A new study from the University of Pittsburgh presented at the 2006 American Society for Therapeutic Radiation and Oncology meeting in Philadelphia assessed the addition of both irradiation of the para-aortic lymph nodes (located above the pelvis) and chemotherapy to pelvic radiation therapy for cervical cancer. Because previous trials of this combination have shown excessive toxicity, this study used intensity-modulated radiation therapy (IMRT) to include the para-aortic lymph nodes in the radiation field. IMRT reduces radiation damage to nearby healthy tissue.
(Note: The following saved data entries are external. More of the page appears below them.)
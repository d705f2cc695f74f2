package postgis

import (
	"context"
	"errors"
	"fmt"

	"github.com/jackc/pgx/v5"

	"ridgeflank/store"
)

// Geometry is read back with ST_AsBinary (WKB holds the float64 values exactly), whereas
// ST_AsGeoJSON would round to 9 decimal places by default.
const regionCols = `id, name, description, tags, ST_AsBinary(geom), owner, created_at, updated_at, version`

func scanRegion(row pgx.Row) (store.Region, error) {
	var r store.Region
	var geom []byte
	if err := row.Scan(&r.ID, &r.Name, &r.Description, &r.Tags, &geom, &r.Owner, &r.CreatedAt, &r.UpdatedAt, &r.Version); err != nil {
		return r, err
	}
	r.Tags = store.NormaliseTags(r.Tags)
	mp, err := store.MultiPolygonFromWKB(geom)
	if err != nil {
		return r, fmt.Errorf("region %s: %w", r.ID, err)
	}
	r.Geometry = mp
	r.CreatedAt, r.UpdatedAt = r.CreatedAt.UTC(), r.UpdatedAt.UTC()
	return r, nil
}

// CreateRegion implements store.Store.
func (s *Store) CreateRegion(ctx context.Context, r store.Region) (_ store.Region, err error) {
	defer unavailable(&err)
	if err := r.PrepareCreate(); err != nil {
		return store.Region{}, err
	}
	gj, err := geoJSON(r.Geometry)
	if err != nil {
		return store.Region{}, err
	}
	_, err = s.pool.Exec(ctx, `INSERT INTO regions (id, name, description, tags, geom, owner, created_at, updated_at, version)
		VALUES ($1, $2, $3, $4, ST_Multi(ST_SetSRID(ST_GeomFromGeoJSON($5::text), 4326)), $6, $7, $8, $9)`,
		r.ID, r.Name, r.Description, r.Tags, gj, r.Owner, r.CreatedAt, r.UpdatedAt, r.Version)
	if err != nil {
		return store.Region{}, fmt.Errorf("creating region: %w", mapErr(err))
	}
	return r, nil
}

// GetRegion implements store.Store.
func (s *Store) GetRegion(ctx context.Context, id string) (_ store.Region, err error) {
	defer unavailable(&err)
	if err := store.LookupID("region", id); err != nil {
		return store.Region{}, err
	}
	return getByID(ctx, s, scanRegion, "region", id, `SELECT `+regionCols+` FROM regions WHERE id = $1`)
}

// UpdateRegion implements store.Store. The conditional UPDATE is atomic: of several writers
// holding the same version, the first to commit wins and the others match no row.
func (s *Store) UpdateRegion(ctx context.Context, r store.Region) (_ store.Region, err error) {
	defer unavailable(&err)
	if err := store.LookupID("region", r.ID); err != nil {
		return store.Region{}, err
	}
	if err := r.PrepareUpdate(); err != nil {
		return store.Region{}, err
	}
	gj, err := geoJSON(r.Geometry)
	if err != nil {
		return store.Region{}, err
	}
	expected := r.Version
	err = s.pool.QueryRow(ctx, `UPDATE regions SET name = $2, description = $3, tags = $4,
		geom = ST_Multi(ST_SetSRID(ST_GeomFromGeoJSON($5::text), 4326)), owner = $6, updated_at = $7, version = version + 1
		WHERE id = $1 AND version = $8 RETURNING created_at, version`,
		r.ID, r.Name, r.Description, r.Tags, gj, r.Owner, r.UpdatedAt, expected).Scan(&r.CreatedAt, &r.Version)
	if errors.Is(err, pgx.ErrNoRows) {
		return store.Region{}, fmt.Errorf("updating region: %w", versionCheck(ctx, s.pool, "regions", "region", r.ID, expected))
	}
	if err != nil {
		return store.Region{}, fmt.Errorf("updating region: %w", mapErr(err))
	}
	r.CreatedAt = r.CreatedAt.UTC()
	return r, nil
}

// DeleteRegion implements store.Store.
func (s *Store) DeleteRegion(ctx context.Context, id string, expectedVersion int64) (err error) {
	defer unavailable(&err)
	if err := store.LookupID("region", id); err != nil {
		return err
	}
	return s.deleteVersioned(ctx, "regions", "region", id, expectedVersion)
}

func (s *Store) deleteVersioned(ctx context.Context, table, what, id string, expectedVersion int64) error {
	tag, err := s.pool.Exec(ctx, `DELETE FROM `+table+` WHERE id = $1 AND ($2::bigint = 0 OR version = $2)`, id, expectedVersion)
	if err != nil {
		return fmt.Errorf("deleting %s: %w", what, mapErr(err))
	}
	if tag.RowsAffected() == 0 {
		return versionCheck(ctx, s.pool, table, what, id, expectedVersion)
	}
	return nil
}

// ListRegions implements store.Store; all filtering runs in the database.
func (s *Store) ListRegions(ctx context.Context, f store.RegionFilter) (_ []store.Region, err error) {
	defer unavailable(&err)
	boxes, err := f.Prepare()
	if err != nil {
		return nil, err
	}
	var args sqlArgs
	where, err := spatialPredicate("geom", &args, boxes, f.Intersects)
	if err != nil {
		return nil, err
	}
	if f.Tag != "" {
		where += " AND tags @> ARRAY[" + args.add(f.Tag) + "::text]"
	}
	if f.Owner != "" {
		where += " AND owner = " + args.add(f.Owner)
	}
	q := `SELECT ` + regionCols + ` FROM regions WHERE ` + where +
		` ORDER BY created_at, id LIMIT ` + args.add(f.EffectiveLimit()) + ` OFFSET ` + args.add(f.Offset)
	rows, err := s.pool.Query(ctx, q, args...)
	if err != nil {
		return nil, fmt.Errorf("listing regions: %w", err)
	}
	return collect(rows, scanRegion)
}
Investigators enrolled 36 patients with cervical cancer into the study. In 19 of these patients, cancer had spread to nearby lymph nodes. All patients received pelvic radiation therapy (including brachytherapy in all but two patients), irradiation of the para-aortic lymph nodes, and weekly low-dose chemotherapy with cisplatin.

One patient experienced high-grade gastrointestinal toxicity, and one experienced high-grade genitourinary toxicity. A high-grade decrease in bone marrow activity was seen in 10 patients. All patients completed radiation therapy; only three could not complete the last cycle of chemotherapy.

Thirty-three patients had a complete response to the treatment, though 11 of them eventually developed recurrences during the follow-up period. None of these recurrences were in the para-aortic lymph nodes; most were due to distant metastases.

"These results are promising but inconclusive," stated Dr. Bhadrasain Vikram, from NCI's DCTD. "Further studies need a control group to compare safety with standard radiation therapy. Those must be followed by studies to determine whether the addition of para-aortic irradiation improves survival in comparison to chemotherapy and pelvic irradiation alone."